Let's start with the basics. Assume between now ($t_0$) and the forward settlement date $t_2$, the bond makes a coupon payment at time $t_1$. Now consider the following series of trades:

  • Today, a trader buys a bond at a price of $P + AI_0$ (spot clean price + spot accrued interest).
  • To fund the purchase, the trader enters into a $t_1$-year term repo agreement at a repo rate of $r$. More specifically, he/she sells the repo by borrowing $P + AI_0$ and delivering the bond as collateral.
  • At time $t_1$ (coupon payment date), the repo balance is $(P + AI_0)(1 + rt_1)$ and the trader receives a coupon payment of $c / 2$ for being the owner of the bond.
  • The trader re-enters into another repo agreement that spans from $t_1$ to $t_2$ on a principal of $(P + AI_0)(1 + rt_1) - c/2$. This new loan, combined with the coupon payment of $c/2$, allows the trader to retire the old repo loan without putting up any additional capital.
  • Finally, at time $t_2$, the trader gets back the bond and repays the repo loan along with interest from $t_1$ to $t_2$: $$ \left((P + AI_0)(1 + rt_1) - \frac{c}{2}\right) \bigl(1 + r(t_2-t_1)\bigr) . $$

These trades are economically no different from buying the bond forward at time $t_2$. Therefore, the forward clean price for settlement at $t_2$ must be $$ F(t_2) = (P + AI_0)(1 + rt_1)\bigl(1 + r(t_2-t_1)\bigr) - \frac{c}{2}\bigl(1 + r(t_2-t_1)\bigr) - AI_{t_2}. $$

The method above is known as the Compounded Method.

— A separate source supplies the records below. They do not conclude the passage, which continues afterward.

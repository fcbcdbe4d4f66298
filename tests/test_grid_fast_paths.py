"""The fast paths of the grid pass: the reducer's float32 logarithm with
exact edge placement, its per-thread work arrays, float32 inputs, the zone
table lookup and the raw GeoTIFF read with nodata decoded per block.

References: the bins' definition (edges exp(ln 1e-12 + b 0.002), module
docstring of doseattr.core.exposure.grid) applied with numpy.searchsorted
and numpy.bincount here; a plain Python dict for zone ids; rioxarray's own
masked read for nodata.
"""

from __future__ import annotations

import math
from concurrent.futures import ThreadPoolExecutor

import numpy as np
import pytest

from doseattr.core.exposure.grid import N_BINS, reduce_block

#: The bins' lower edges as the module docstring defines them (closed form).
EDGES = np.exp(math.log(1e-12) + 2e-3 * np.arange(N_BINS + 1))


def reference(conc, pop, zone, n_zones):
    """Population and population x concentration per zone and bin with
    numpy: bin = last edge <= x (clipped to the first and last bins);
    valid cells only (finite, non-negative, zone >= 0), x > 0."""
    x, p, z = (np.ravel(a) for a in (conc, pop, zone))
    x64, p64 = x.astype(float), p.astype(float)
    ok = np.isfinite(x64) & (x64 > 0) & np.isfinite(p64) & (p64 >= 0) & (z >= 0)
    b = np.clip(np.searchsorted(EDGES, x64[ok], side="right") - 1, 0, N_BINS - 1)
    flat = z[ok].astype(np.int64) * N_BINS + b
    size = n_zones * N_BINS
    w = np.bincount(flat, weights=p64[ok], minlength=size).reshape(n_zones, N_BINS)
    m = np.bincount(flat, weights=p64[ok] * x64[ok], minlength=size).reshape(n_zones, N_BINS)
    return w, m


def cells(n, seed, dtype=np.float64):
    """Lognormal concentrations over 1e-14..1e14 plus values at every kind of
    edge (on it, one float step below and above), populations with 5% NaN,
    zones 0..3 with 3% nodata (-1)."""
    rng = np.random.default_rng(seed)
    x = np.exp(rng.uniform(math.log(1e-14), math.log(1e14), n))
    edges = EDGES[rng.integers(0, N_BINS + 1, n // 4)].astype(dtype)
    x = np.concatenate([x.astype(dtype), edges, np.nextafter(edges, dtype(0)),
                        np.nextafter(edges, dtype(np.inf))])
    pop = rng.lognormal(0.0, 1.0, x.size).astype(dtype)
    pop[rng.random(x.size) < 0.05] = np.nan
    zone = rng.integers(0, 4, x.size)
    zone[rng.random(x.size) < 0.03] = -1
    order = rng.permutation(x.size)
    return x[order], pop[order], zone[order]


@pytest.mark.parametrize("dtype", [np.float64, np.float32])
def test_every_cell_in_the_bin_of_its_edges(dtype):
    """Source: the bins' definition with numpy.searchsorted (above). Every
    cell, including values on an edge and one float step either side, is
    in the bin whose float64 edges hold it, so the sums equal numpy's bin
    for bin (float64 rounding of the sums only)."""
    conc, pop, zone = cells(200_000, 3, dtype)
    got = reduce_block(conc, pop, zone, 4)
    w, m = reference(conc, pop, zone, 4)
    np.testing.assert_allclose(got.weight, w, rtol=1e-12, atol=0)
    np.testing.assert_allclose(got.moment, m, rtol=1e-12, atol=0)
    assert np.array_equal(got.weight > 0, w > 0)


def test_float32_inputs_reduce_like_their_float64_values():
    """Source: numpy reference over the same values in float64 (float32
    values are exact in float64, so the same bins and sums)."""
    conc, pop, zone = cells(100_000, 5, np.float32)
    got = reduce_block(conc, pop, zone, 4)
    same = reduce_block(conc.astype(float), pop.astype(float), zone, 4)
    np.testing.assert_allclose(got.weight, same.weight, rtol=1e-13, atol=0)
    np.testing.assert_allclose(got.moment, same.moment, rtol=1e-13, atol=0)
    np.testing.assert_array_equal(got.cells, same.cells)
    assert got.skipped == same.skipped


def test_work_arrays_reused_across_sizes_and_threads():
    """Source: numpy reference (above) for each block: blocks of different
    sizes reduced in turn by two threads at once (each thread reusing its
    own work arrays) give each block's own sums."""
    blocks = [cells(n, seed) for seed, n in enumerate((120_000, 30_000, 200_000, 70_000))]
    with ThreadPoolExecutor(2) as pool:
        got = list(pool.map(lambda b: reduce_block(*b, 4), blocks * 2))
    for k, sums in enumerate(got):
        w, m = reference(*blocks[k % len(blocks)], 4)
        np.testing.assert_allclose(sums.weight, w, rtol=1e-12, atol=0)
        np.testing.assert_allclose(sums.moment, m, rtol=1e-12, atol=0)


def test_sums_cover_only_the_rows_touched():
    """Source: contract: a block whose valid cells lie in zones 5 and 7 of
    10 holds rows 5..7 only, and adds with another block to the dense sums
    of both (numpy reference over the two blocks together)."""
    rng = np.random.default_rng(8)
    x, p = rng.lognormal(2, 1, 5000), rng.uniform(1, 2, 5000)
    z = np.where(rng.random(5000) < 0.5, 5, 7)
    z[:10] = -1
    a = reduce_block(x, p, z, 10)
    assert a.row0 == 5 and a.sums.shape[1] == 3
    y = rng.lognormal(1, 1, 3000)
    b = reduce_block(y, np.ones(3000), np.ones(3000, np.int64), 10)
    both = a + b
    w, m = reference(np.r_[x, y], np.r_[p, np.ones(3000)], np.r_[z, np.ones(3000, int)], 10)
    np.testing.assert_allclose(both.weight, w, rtol=1e-12, atol=0)
    np.testing.assert_allclose(both.moment, m, rtol=1e-12, atol=0)
    assert both.row0 == 1 and both.cells.sum() == 5000 - 10 + 3000


def test_integer_zone_table_matches_a_dict():
    """Source: a plain dict from id to index (what the lookup means): int32
    and uint16 ids with unknown ids, ids below the listed ones, and a nodata
    value inside and outside the listed range."""
    from doseattr.analysis.grid_inputs import NODATA_ZONE, UNKNOWN_ZONE, ZoneMap

    rng = np.random.default_rng(2)
    listed = [40, 3, 17, 25]
    zmap = ZoneMap.of(listed, "zones.tif")
    for dtype, nodata in ((np.int32, 17.0), (np.int32, 999.0), (np.uint16, 0.0),
                          (np.int32, None)):
        raw = rng.choice([40, 3, 17, 25, 0, 2, 41, 999], size=(50, 60)).astype(dtype)
        if dtype == np.int32:
            raw[0, :5] = -7
        index, unknown = zmap.indices(raw, nodata)
        lookup = {z: k for k, z in enumerate(listed)}
        expect = [NODATA_ZONE if nodata is not None and v == nodata else
                  lookup.get(int(v), UNKNOWN_ZONE) for v in raw.ravel()]
        np.testing.assert_array_equal(index.ravel(), expect)
        assert index.shape == raw.shape
        assert sorted(unknown.tolist()) == sorted(int(v) for v, e in
                                                  zip(raw.ravel(), expect) if e == UNKNOWN_ZONE)


@pytest.mark.parametrize("dtype, nodata", [("float32", -9999.0), ("int16", -1.0),
                                           ("float32", None)])
def test_raw_read_with_nodata_equals_rioxarray_masked(tmp_path, dtype, nodata):
    """Source: rioxarray.open_rasterio(masked=True), the decoding the raw
    read replaces: the same values, NaN at the same cells."""
    rasterio = pytest.importorskip("rasterio")
    rioxarray = pytest.importorskip("rioxarray")
    from rasterio.transform import from_origin

    from doseattr.analysis.grid_inputs import open_layer

    rng = np.random.default_rng(4)
    values = (rng.uniform(0, 50, (70, 90))).astype(dtype)
    if nodata is not None:
        values[rng.random(values.shape) < 0.1] = nodata
    path = tmp_path / "pop.tif"
    with rasterio.open(path, "w", driver="GTiff", width=90, height=70, count=1, dtype=dtype,
                       nodata=nodata, crs="EPSG:3035",
                       transform=from_origin(0, 7000, 100, 100)) as dst:
        dst.write(values, 1)
    layer = open_layer(str(path), None, 32, decode=True)
    got = np.asarray(layer.data.compute(scheduler="sync"))
    ref = rioxarray.open_rasterio(path, masked=True).isel(band=0).values
    assert layer.nodata is None
    np.testing.assert_array_equal(np.isnan(got), np.isnan(ref))
    np.testing.assert_array_equal(got[~np.isnan(got)], ref[~np.isnan(ref)])


def test_map_sample_taken_from_the_blocks_equals_the_strided_rasters(tmp_path, monkeypatch):
    """Source: the rasters read back with rasterio and strided with numpy
    (``[::step, ::step]``), population nodata as NaN, zone indices from a
    dict: the sample the pass assembles from its blocks (uneven 16-cell
    chunks of a 45 x 70 grid, step 3, so block origins are not multiples of
    the step) is the same."""
    rasterio = pytest.importorskip("rasterio")
    from rasterio.transform import from_origin

    from doseattr.analysis import grid_reduce
    from doseattr.analysis.grid_inputs import NODATA_ZONE, GridSpec

    rng = np.random.default_rng(12)
    shape = (45, 70)
    layers = {"conc.tif": (rng.lognormal(2, 0.5, shape).astype("float32"), None),
              "pop.tif": (rng.uniform(0, 9, shape).astype("float32"), -1.0),
              "zones.tif": (rng.choice([10, 20, 30, 0], size=shape).astype("int32"), 0.0)}
    layers["pop.tif"][0][rng.random(shape) < 0.1] = -1.0
    for name, (values, nodata) in layers.items():
        with rasterio.open(tmp_path / name, "w", driver="GTiff", width=shape[1],
                           height=shape[0], count=1, dtype=values.dtype, nodata=nodata,
                           crs="EPSG:3035", transform=from_origin(0, 4500, 100, 100)) as dst:
            dst.write(values, 1)
    monkeypatch.setattr(grid_reduce, "MAP_SIDE", 24)  # step = ceil(70 / 24) = 3
    spec = GridSpec(concentration=str(tmp_path / "conc.tif"), population=str(tmp_path / "pop.tif"),
                    zones=str(tmp_path / "zones.tif"), chunk=16)
    _, notes = grid_reduce.reduce_grid(spec, [10, 20, 30])
    sample = notes.sample
    assert sample is not None and sample.step == 3
    conc, pop, zone = (layers[n][0][::3, ::3] for n in ("conc.tif", "pop.tif", "zones.tif"))
    np.testing.assert_array_equal(sample.concentration, conc.astype(float))
    np.testing.assert_array_equal(sample.population, np.where(pop == -1.0, np.nan, pop))
    lookup = {10: 0, 20: 1, 30: 2, 0: NODATA_ZONE}
    np.testing.assert_array_equal(sample.zone_index,
                                  np.vectorize(lookup.get)(zone).astype(np.int64))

In the US Treasury market (and most international bond markets), a small approximation is made. Recall for small $rt$, we have $$ (1 + rt_1)(1+r(t_2-t_1))\approx 1 + r(t_1+t_2-t_1) = 1 + rt_2, $$ we therefore have the Proceeds Method: $$ F(t_2) = (P + AI_0)(1 + rt_2) - \frac{c}{2}\bigl(1 + r(t_2-t_1)\bigr) - AI_{t_2}. $$

The Proceeds Method is for all intents and purposes the standard/default way of pricing bond forwards. There's also the "Simple" and "Scientific" methods, but these are rarely used.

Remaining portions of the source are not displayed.